* **Work request**: Return every line of the entries that includes the word "transformer".

Stored items
-*-

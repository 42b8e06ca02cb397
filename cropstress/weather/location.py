"""Where the cells of the canonical dataset lie."""

from __future__ import annotations

import numpy as np
import pyproj
import xarray as xr

from cropstress.weather.grids import WGS84, Grid, horizontal_dimensions, is_east, is_north


def grid_of(dataset: xr.Dataset, label: str = "the weather grid") -> Grid:
    """Return the horizontal grid of a canonical dataset.

    Parameters
    ----------
    dataset : xarray.Dataset
        As `open_weather` gives it.
    label : str
        How messages name it.

    Returns
    -------
    Grid

    Raises
    ------
    ValueError
        If the dataset has no rows and columns or no CRS: it is not a canonical one.
    """
    names = tuple(str(name) for name in dataset.dims)
    found = horizontal_dimensions(dataset, names)
    if found is None or "spatial_ref" not in dataset.coords:
        raise ValueError("the dataset has no horizontal grid with a CRS; take one from open_weather")
    row, column = found
    rows, columns = (dataset[name].values.astype(np.float64) for name in found)
    coordinates = {
        str(name): coordinate.variable
        for name, coordinate in dataset.coords.items()
        if coordinate.dims
        and set(coordinate.dims) <= {row, column, *_bounds_dimensions(dataset, row, column)}
    }
    return Grid(row, column, rows, columns, coordinates, crs_of(dataset), label)


def _bounds_dimensions(dataset: xr.Dataset, row: str, column: str) -> set[str]:
    bounds = [dataset[name].attrs.get("bounds") for name in (row, column)]
    return {str(dataset[name].dims[-1]) for name in bounds if name in dataset.variables}


def crs_of(dataset: xr.Dataset) -> pyproj.CRS:
    """Return the CRS of a canonical dataset."""
    return pyproj.CRS.from_cf(dataset["spatial_ref"].attrs)


def cell_latitude_longitude(dataset: xr.Dataset) -> tuple[np.ndarray, np.ndarray]:
    """Return where every cell centre lies.

    Parameters
    ----------
    dataset : xarray.Dataset
        As `open_weather` gives it.

    Returns
    -------
    latitude, longitude : numpy.ndarray (Y, X) of float64
        Degrees north, and degrees east from -180 to 180 [degree]: from two-dimensional coordinates where the
        files have them, else from the CRS (WGS 84).
    """
    grid = grid_of(dataset)
    given = _given(grid)
    if given is not None:
        latitude, longitude = given
    elif grid.crs.is_geographic and not grid.crs.is_derived:
        latitude, longitude = np.meshgrid(grid.rows, grid.columns, indexing="ij")
    else:
        rows, columns = np.meshgrid(grid.rows, grid.columns, indexing="ij")
        transformer = pyproj.Transformer.from_crs(grid.crs, WGS84, always_xy=True)
        longitude, latitude = transformer.transform(columns, rows)
    return np.asarray(latitude, dtype=np.float64), wrapped(np.asarray(longitude, dtype=np.float64))


def wrapped(longitude: np.ndarray) -> np.ndarray:
    """Return longitudes as -180 to 180 [degree]; those already there keep every bit."""
    inside = (longitude >= -180.0) & (longitude <= 180.0)
    return np.where(inside, longitude, (longitude + 180.0) % 360.0 - 180.0)


def _given(grid: Grid) -> tuple[np.ndarray, np.ndarray] | None:
    flat = [each for each in grid.coordinates.values() if each.dims == (grid.row, grid.column)]
    latitudes = [each.values for each in flat if is_north(each.attrs.get("units"))]
    longitudes = [each.values for each in flat if is_east(each.attrs.get("units"))]
    if len(latitudes) == 1 and len(longitudes) == 1:
        return latitudes[0], longitudes[0]
    return None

-*-

* **Result**:
        transformer = pyproj.Transformer.from_crs(grid.crs, WGS84, always_xy=True)
        longitude, latitude = transformer.transform(columns, rows)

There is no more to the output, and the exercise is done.